# Layla the adorable kitten!( Cute overload)



## konstargirl (Feb 4, 2011)

Here the foster kitten Layla. I met her today and she is so cute! Why would anyone not want to keep this cat. I would, but I don't want her. 













































Non Flash version and flash version

Layla weights 4.2 Ibs. She doesn't know if thats normal..


----------



## konstargirl (Feb 4, 2011)

Here's a video of Layla. lol She's going to a new home this Sunday. lol


----------



## KittieLover (May 2, 2011)

Awww, Layla is sooo adorable lol!


----------



## konstargirl (Feb 4, 2011)

She is. =D I'm going to miss her though.

She's finally going to go to a new home this Sunday. Luckily I helped my older sister out and asked if anyone wanted her and one of my friends said yes. They are facebook friends too so they are going to work it out in terms of vet bills and hopefully getting her fixed. 

My search of a second cat continues..


----------



## KittieLover (May 2, 2011)

Oh that's good then!
Are you allowed to get a second cat?
It'll be great when you do. Remember, two is better than one!hehe


----------



## konstargirl (Feb 4, 2011)

OH my mom is cool with a second cat if we get SSI.( which that might take a while) I just have to concentrate on Misa right now.


----------



## KittieLover (May 2, 2011)

Yeah.
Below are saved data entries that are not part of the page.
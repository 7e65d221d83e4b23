import { describe, it, expect } from 'vitest';
import fc from 'fast-check';
import { linearRegression, rSquared } from 'simple-statistics';
import { linearTrend, timeToLimit, trendValueAt } from '../../../shared/metrics/linear-trend';

/**
 * NIST Statistical Reference Datasets, linear least squares, "Norris" (Norris, J., NIST,
 * "Calibration of Ozone Monitors"; https://www.itl.nist.gov/div898/strd/lls/data/Norris.shtml).
 * 36 (x, y) observations in file order. Typed in from memory, then checked digit for digit
 * against several independent public copies of Norris.dat; that all four certified values match
 * to 1e-9 below is itself evidence the data are right (one wrong digit moves them far more).
 */
const NORRIS: ReadonlyArray<readonly [x: number, y: number]> = [
  [0.2, 0.1], [337.4, 338.8], [118.2, 118.1], [884.6, 888.0], [10.1, 9.2], [226.5, 228.1],
  [666.3, 668.5], [996.3, 998.5], [448.6, 449.1], [777.0, 778.9], [558.2, 559.2], [0.4, 0.3],
  [0.6, 0.1], [775.5, 778.1], [666.9, 668.8], [338.0, 339.3], [447.5, 448.9], [11.6, 10.8],
  [556.0, 557.7], [228.1, 228.3], [995.8, 998.0], [887.6, 888.8], [120.2, 119.6], [0.3, 0.3],
  [0.3, 0.6], [556.8, 557.6], [339.1, 339.3], [887.2, 888.0], [999.0, 998.5], [779.0, 778.9],
  [11.1, 10.2], [118.3, 117.6], [229.2, 228.9], [669.1, 668.4], [448.9, 449.2], [0.5, 0.2],
];

const relativeError = (actual: number, expected: number) => Math.abs(actual - expected) / Math.abs(expected);

describe('linearTrend', () => {
  it('matches the NIST StRD Norris certified values', () => {
    const fit = linearTrend(NORRIS.map(([x, y]) => ({ x, y })));
    expect(fit).not.toBeNull();
    if (!fit) return;
    expect(fit.n).toBe(36);
    // Certified values, NIST StRD Norris (printed in Norris.dat).
    expect(relativeError(fit.slope, 1.00211681802045)).toBeLessThan(1e-9);
    expect(relativeError(fit.intercept, -0.262323073774029)).toBeLessThan(1e-9);
    expect(relativeError(fit.residualSd ?? NaN, 0.884796396144373)).toBeLessThan(1e-9);
    expect(relativeError(fit.rSquared ?? NaN, 0.999993745883712)).toBeLessThan(1e-9);
  });

  it('agrees with simple-statistics linearRegression and rSquared on random data (reference library)', () => {
    fc.assert(
      fc.property(
        fc.array(
          fc.record({ x: fc.double({ min: -1000, max: 1000, noNaN: true }), y: fc.double({ min: -1000, max: 1000, noNaN: true }) }),
          { minLength: 3, maxLength: 60 },
        ),
        (points) => {
          const xs = points.map((p) => p.x);
          fc.pre(Math.max(...xs) - Math.min(...xs) > 1e-3);
          const fit = linearTrend(points);
          const pairs = points.map((p) => [p.x, p.y]);
          const ref = linearRegression(pairs);
          expect(fit).not.toBeNull();
          if (!fit) return;
          expect(fit.slope).toBeCloseTo(ref.m, 6);
          expect(fit.intercept).toBeCloseTo(ref.b, 6);
          if (fit.rSquared !== null) {
            const refR2 = rSquared(pairs, (x) => ref.b + ref.m * x);
            expect(fit.rSquared).toBeCloseTo(refR2, 6);
          }
        },
      ),
    );
  });

  it('keeps precision with millisecond-epoch timestamps', () => {
    // Disk filling by 2 MB/min from 10 GB, sampled every 15 s around November 2025.
    const t0 = 1_764_000_000_000;
    const points = Array.from({ length: 240 }, (_, i) => ({ x: t0 + i * 15_000, y: 10_000 + (2 / 60_000) * i * 15_000 }));
    const fit = linearTrend(points);
    expect(relativeError(fit?.slope ?? NaN, 2 / 60_000)).toBeLessThan(1e-9);
    expect(trendValueAt(fit ?? { slope: NaN, intercept: NaN }, t0)).toBeCloseTo(10_000, 4);
    expect(fit?.residualSd).toBeLessThan(1e-6);
    expect(fit?.rSquared).toBeCloseTo(1, 12);
  });

  it('is null with fewer than two points or a vertical line', () => {
    expect(linearTrend([{ x: 1, y: 1 }])).toBeNull();
    expect(linearTrend([{ x: 1, y: 1 }, { x: 1, y: 2 }])).toBeNull();
  });

  it('leaves residual SD null for two points and R² null for a flat series', () => {
    expect(linearTrend([{ x: 0, y: 1 }, { x: 1, y: 3 }])).toEqual({ slope: 2, intercept: 1, residualSd: null, rSquared: 1, n: 2 });
    const flat = linearTrend([{ x: 0, y: 5 }, { x: 1, y: 5 }, { x: 2, y: 5 }]);
    expect(flat?.slope).toBe(0);
    expect(flat?.rSquared).toBeNull();
    expect(flat?.residualSd).toBe(0);
  });
});

describe('timeToLimit', () => {
  const line = { slope: 2, intercept: 10 }; // y = 10 + 2x

  it('is the distance ahead of now where the line reaches the limit', () => {
    expect(timeToLimit(line, 50, 5)).toBe(15); // reaches 50 at x = 20
    expect(timeToLimit({ slope: -0.5, intercept: 100 }, 0, 40)).toBe(160); // free space falling to 0 at x = 200
  });

  it('is 0 when the line is at the limit now', () => {
    expect(timeToLimit(line, 30, 10)).toBe(0);
  });

  it('is null when the line is flat, heading away, or crossed in the past', () => {
    expect(timeToLimit({ slope: 0, intercept: 10 }, 50, 0)).toBeNull();
    expect(timeToLimit(line, 0, 0)).toBeNull(); // rising, limit below: crossing at x = −5
    expect(timeToLimit(line, 50, 25)).toBeNull(); // crossed at x = 20
  });

  it('forecasts a disk-full time from ms timestamps', () => {
    // 60 GB free, falling 1 GB per hour, sampled every minute for 6 hours.
    const t0 = 1_764_000_000_000;
    const hour = 3_600_000;
    const points = Array.from({ length: 361 }, (_, i) => ({ x: t0 + i * 60_000, y: 60 - (i * 60_000) / hour }));
    const fit = linearTrend(points);
    const now = t0 + 6 * hour; // 54 GB left
    expect((timeToLimit(fit ?? line, 0, now) ?? NaN) / hour).toBeCloseTo(54, 6);
  });
});
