import { describe, it, expect } from 'vitest';
import fc from 'fast-check';
import {
  MAX_ALIGNED_POINTS,
  alignedTimestamps,
  evaluateAligned,
  evaluateAlignedSeries,
} from '../../../shared/metrics/aligned-evaluation';
import { counterIncrease, counterRate } from '../../../shared/metrics/counter-increase';

const series = (values: number[], intervalMs = 15_000) => values.map((v, i) => ({ t: i * intervalMs, v }));

describe('alignedTimestamps', () => {
  it('puts points on multiples of the step inside [from, to]', () => {
    expect(alignedTimestamps(61_000, 241_000, 60_000)).toEqual([120_000, 180_000, 240_000]);
    expect(alignedTimestamps(60_000, 180_000, 60_000)).toEqual([60_000, 120_000, 180_000]);
  });

  it('is empty when no multiple of the step falls inside the range', () => {
    expect(alignedTimestamps(61_000, 119_000, 60_000)).toEqual([]);
  });

  it('refuses a step that would produce too many points', () => {
    expect(() => alignedTimestamps(0, 30 * 86_400_000, 1)).toThrow(/limit/);
    expect(alignedTimestamps(0, (MAX_ALIGNED_POINTS - 1) * 1000, 1000)).toHaveLength(MAX_ALIGNED_POINTS);
  });

  it('rejects a non-positive step or reversed range', () => {
    expect(() => alignedTimestamps(0, 10, 0)).toThrow(RangeError);
    expect(() => alignedTimestamps(10, 0, 1)).toThrow(RangeError);
  });
});

describe('evaluateAligned', () => {
  it('computes increase and rate over the trailing window at each step', () => {
    // A counter growing 15 per 15 s sample, reset at 90 s.
    const samples = series([0, 15, 30, 45, 60, 75, 5, 20, 35]);
    const increase = evaluateAligned(samples, { from: 0, to: 120_000, stepMs: 30_000, windowMs: 60_000, fn: 'increase' });
    expect(increase).toEqual([
      { t: 0, v: null }, // one sample in [−60 s, 0]
      { t: 30_000, v: 30 },
      { t: 60_000, v: 60 },
      { t: 90_000, v: 50 }, // 30→45→60→75 is 45, then the reset to 5 counts 5
      { t: 120_000, v: 50 }, // 60→75 is 15, reset counts 5, 5→20→35 is 30
    ]);
    const rate = evaluateAligned(samples, { from: 0, to: 120_000, stepMs: 30_000, windowMs: 60_000, fn: 'rate' });
    expect(rate.map((p) => p.v)).toEqual([null, 0.5, 1, 50 / 60, 50 / 60]);
  });

  it('matches counterIncrease and counterRate at every point (property)', () => {
    fc.assert(
      fc.property(
        fc.array(fc.nat({ max: 100_000 }), { minLength: 0, maxLength: 50 }),
        fc.integer({ min: 1, max: 120 }).map((s) => s * 1000),
        fc.integer({ min: 1, max: 300 }).map((s) => s * 1000),
        (values, stepMs, windowMs) => {
          const samples = series(values);
          const to = values.length * 15_000;
          for (const fn of ['increase', 'rate'] as const) {
            const points = evaluateAligned(samples, { from: 0, to, stepMs, windowMs, fn });
            for (const p of points) {
              const expected = fn === 'increase' ? counterIncrease(samples, p.t - windowMs, p.t) : counterRate(samples, p.t - windowMs, p.t);
              if (expected === null) expect(p.v).toBeNull();
              else expect(p.v).toBeCloseTo(expected, 9);
            }
          }
        },
      ),
    );
  });

  it('computes gauge functions over the window and null where it is empty', () => {
    const samples = [
      { t: 10_000, v: 4 },
      { t: 20_000, v: 8 },
      { t: 30_000, v: 6 },
    ];
    const q = { from: 0, to: 60_000, stepMs: 30_000, windowMs: 20_000 };
    expect(evaluateAligned(samples, { ...q, fn: 'last' })).toEqual([
      { t: 0, v: null },
      { t: 30_000, v: 6 },
      { t: 60_000, v: null },
    ]);
    expect(evaluateAligned(samples, { ...q, fn: 'mean' })[1].v).toBe(6);
    expect(evaluateAligned(samples, { ...q, fn: 'max' })[1].v).toBe(8);
    expect(evaluateAligned(samples, { ...q, fn: 'min' })[1].v).toBe(4);
  });

  it('evaluates several series on the same instants, keeping labels', () => {
    const out = evaluateAlignedSeries(
      [
        { labels: { instance: 'a' }, samples: series([0, 10, 20]) },
        { labels: { instance: 'b' }, samples: series([0, 1]) },
      ],
      { from: 0, to: 30_000, stepMs: 15_000, windowMs: 30_000, fn: 'increase' },
    );
    expect(out.map((s) => s.labels.instance)).toEqual(['a', 'b']);
    expect(out[0].points.map((p) => p.t)).toEqual(out[1].points.map((p) => p.t));
    expect(out[0].points.map((p) => p.v)).toEqual([null, 10, 20]);
    expect(out[1].points.map((p) => p.v)).toEqual([null, 1, 1]);
  });

  it('rejects a non-positive window', () => {
    expect(() => evaluateAligned([], { from: 0, to: 10, stepMs: 1, windowMs: 0, fn: 'rate' })).toThrow(RangeError);
  });
});
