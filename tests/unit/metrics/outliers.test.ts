import { describe, it, expect } from 'vitest';
import fc from 'fast-check';
import { median as ssMedian, medianAbsoluteDeviation } from 'simple-statistics';
import { MODIFIED_Z_THRESHOLD, findOutliers, modifiedZScores } from '../../../shared/metrics/outliers';

describe('modified z-score', () => {
  it('uses the published threshold 3.5', () => {
    // Iglewicz & Hoaglin, "How to Detect and Handle Outliers" (1993): flag |Mᵢ| > 3.5
    // (from memory, as REFERENCES.md labels it).
    expect(MODIFIED_Z_THRESHOLD).toBe(3.5);
  });

  it('computes 0.6745 (x − median) / MAD on a worked example', () => {
    // median 5, absolute deviations [4,3,2,1,0,1,2,3,4] → MAD 2 (hand computed).
    const scores = modifiedZScores([1, 2, 3, 4, 5, 6, 7, 8, 9]);
    expect(scores[0]).toBeCloseTo((0.6745 * -4) / 2, 12);
    expect(scores[4]).toBe(0);
    expect(scores[8]).toBeCloseTo((0.6745 * 4) / 2, 12);
  });

  it('flags just above 3.5 and not at or just below it', () => {
    // Base data: median 10, MAD 1 (hand computed); a value v scores 0.6745 (v − 10).
    const base = [8, 9, 9, 10, 10, 10, 11, 11, 12];
    const at = (m: number) => 10 + m / 0.6745;
    expect(findOutliers([...base, at(3.6)]).map((o) => o.index)).toEqual([9]);
    expect(findOutliers([...base, at(3.4)])).toEqual([]);
    expect(findOutliers([...base, at(-3.6)]).map((o) => o.index)).toEqual([9]);
  });

  it('agrees with scores built from simple-statistics median and MAD (reference library)', () => {
    // Distinct values keep MAD above 0 (the MAD = 0 fallback is tested on its own below).
    const distinct = fc
      .uniqueArray(fc.integer({ min: -10_000_000, max: 10_000_000 }), { minLength: 3, maxLength: 80 })
      .map((xs) => xs.map((x) => x / 1000));
    fc.assert(
      fc.property(distinct, (xs) => {
        const mad = medianAbsoluteDeviation(xs);
        expect(mad).toBeGreaterThan(0);
        const center = ssMedian(xs);
        const ours = modifiedZScores(xs);
        xs.forEach((x, i) => {
          const expected = (0.6745 * (x - center)) / mad;
          expect(Math.abs(ours[i] - expected)).toBeLessThanOrEqual(1e-9 * Math.max(1, Math.abs(expected)));
        });
        const flagged = new Set(findOutliers(xs).map((o) => o.index));
        xs.forEach((x, i) => {
          const m = Math.abs((0.6745 * (x - center)) / mad);
          // Scores within rounding of the threshold may fall either way.
          if (Math.abs(m - 3.5) > 1e-6) expect(flagged.has(i)).toBe(m > 3.5);
        });
      }),
    );
  });

  it('falls back to the mean absolute deviation when MAD is 0', () => {
    // Mostly-zero error counts: median 0, MAD 0. MeanAD = 5/10 = 0.5, so the spike scores
    // 5 / (1.253314 · 0.5) ≈ 7.98 (hand computed) and is flagged.
    const counts = [0, 0, 0, 0, 0, 0, 0, 0, 0, 5];
    const scores = modifiedZScores(counts);
    expect(scores[9]).toBeCloseTo(5 / (1.253314 * 0.5), 9);
    expect(findOutliers(counts).map((o) => o.index)).toEqual([9]);
    // A few small values among zeros are not all declared outliers: MeanAD 0.4, score ≈ 1.99.
    expect(findOutliers([0, 0, 0, 0, 0, 0, 1, 1, 1, 1])).toEqual([]);
  });

  it('scores everything 0 when all values are equal', () => {
    expect(modifiedZScores([7, 7, 7])).toEqual([0, 0, 0]);
    expect(findOutliers([7, 7, 7])).toEqual([]);
  });

  it('gives NaN for non-finite inputs and ignores them in the yardstick', () => {
    const scores = modifiedZScores([1, 2, NaN, 3]);
    expect(scores[2]).toBeNaN();
    expect(scores[1]).toBe(0);
    expect(modifiedZScores([])).toEqual([]);
  });
});
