import { describe, it, expect } from 'vitest';
import fc from 'fast-check';
import { counterRatio, ratioOfIncreases } from '../../../shared/metrics/error-ratio';
import { counterIncrease } from '../../../shared/metrics/counter-increase';

// Δerrors / Δrequests over one window is common practice (DESIGN.md §6); worked examples only.

const series = (values: number[]) => values.map((v, i) => ({ t: i * 15_000, v }));

describe('ratioOfIncreases', () => {
  it('divides when there was traffic', () => {
    expect(ratioOfIncreases(5, 200)).toEqual({ kind: 'value', value: 0.025 });
    expect(ratioOfIncreases(0, 200)).toEqual({ kind: 'value', value: 0 });
  });

  it('reports no traffic, never 0, when there were no requests', () => {
    expect(ratioOfIncreases(0, 0)).toEqual({ kind: 'no_traffic' });
  });

  it('rejects negative increases', () => {
    expect(() => ratioOfIncreases(-1, 10)).toThrow(RangeError);
    expect(() => ratioOfIncreases(1, NaN)).toThrow(RangeError);
  });
});

describe('counterRatio', () => {
  it('uses the growth of both counters over the same window', () => {
    const requests = series([1000, 1100, 1300, 1400]); // +400
    const errors = series([50, 52, 60, 70]); // +20
    expect(counterRatio(errors, requests, 0, 45_000)).toEqual({ kind: 'value', value: 0.05 });
    // Only the last two samples: 10 errors of 100 requests.
    expect(counterRatio(errors, requests, 30_000, 45_000)).toEqual({ kind: 'value', value: 0.1 });
  });

  it('handles a restart of both counters', () => {
    const requests = series([1000, 1100, 40, 140]); // 100 + 40 + 100 = 240
    const errors = series([50, 56, 0, 6]); // 6 + 0 + 6 = 12
    expect(counterRatio(errors, requests, 0, 45_000)).toEqual({ kind: 'value', value: 0.05 });
  });

  it('is no_traffic when the request counter did not move', () => {
    expect(counterRatio(series([3, 3, 3]), series([500, 500, 500]), 0, 30_000)).toEqual({ kind: 'no_traffic' });
  });

  it('is no_traffic without requests even if the error counter never reported', () => {
    // Error counters often appear only after the first error; with no requests none was possible.
    expect(counterRatio([], series([500, 500, 500]), 0, 30_000)).toEqual({ kind: 'no_traffic' });
  });

  it('is null (no data) when either counter has fewer than two samples', () => {
    expect(counterRatio(series([1, 2]), series([10]), 0, 30_000)).toBeNull();
    expect(counterRatio(series([1]), series([10, 20]), 0, 30_000)).toBeNull();
  });

  it('never reports a value for a window without requests (property)', () => {
    fc.assert(
      fc.property(
        fc.array(fc.nat({ max: 1000 }), { minLength: 2, maxLength: 20 }),
        fc.array(fc.nat({ max: 1000 }), { minLength: 2, maxLength: 20 }),
        (errValues, reqValues) => {
          const errors = series(errValues);
          const requests = series(reqValues);
          const to = 20 * 15_000;
          const result = counterRatio(errors, requests, 0, to);
          const dRequests = counterIncrease(requests, 0, to);
          if (dRequests === 0) expect(result).toEqual({ kind: 'no_traffic' });
          else expect(result).toEqual({ kind: 'value', value: (counterIncrease(errors, 0, to) ?? NaN) / (dRequests ?? NaN) });
        },
      ),
    );
  });
});
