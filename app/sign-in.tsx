import { SignInScreen } from '../components/sign-in/sign-in-screen';

export default function SignInRoute() {
  return <SignInScreen />;
}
Just a question; what does SSI mean? Sorry I forgot. lol


----------



## konstargirl (Feb 4, 2011)

Social Security Income. Long story. lol


----------



## Morquinn (May 2, 2011)

> Why would anyone not want to keep this cat. I would, but I don't want her


Did you read this? lol

BTW she is gorgeous!


----------



## konstargirl (Feb 4, 2011)

^Haha.. well She's cute, but a kitten will be too much for me especially for Misa because she may not tolerate kittens.

Anyway, Thank you.


----------



## Time Bandit (Aug 17, 2010)

She's so cute! I love calicos. :love2 That little brown spot on her front paw looks so kissable! XD

So today is the big day where she goes to her new home huh? Best of luck to her!


----------



## konstargirl (Feb 4, 2011)

Yeah. She's not at my sisters place anymore. She said that she doesn't mess her and was too clingy. She even treated her like she was another cat( She did that to me too. I can see why most people buy kittens in pairs) She remind of her too much like when Francis first came home.


----------



## KittieLover (May 2, 2011)

Oh is Layla gone to her new home already?


----------



## konstargirl (Feb 4, 2011)

Yeah. She went home today. Haha I guess it is easier to find kittens homes than adult cats.


----------



## KittieLover (May 2, 2011)

Yes, because these days, everyone wants kittens more than adult cats.
They want to have a longer time with their kittens.

BTW; Sending wishes to Layla and her new owner!


----------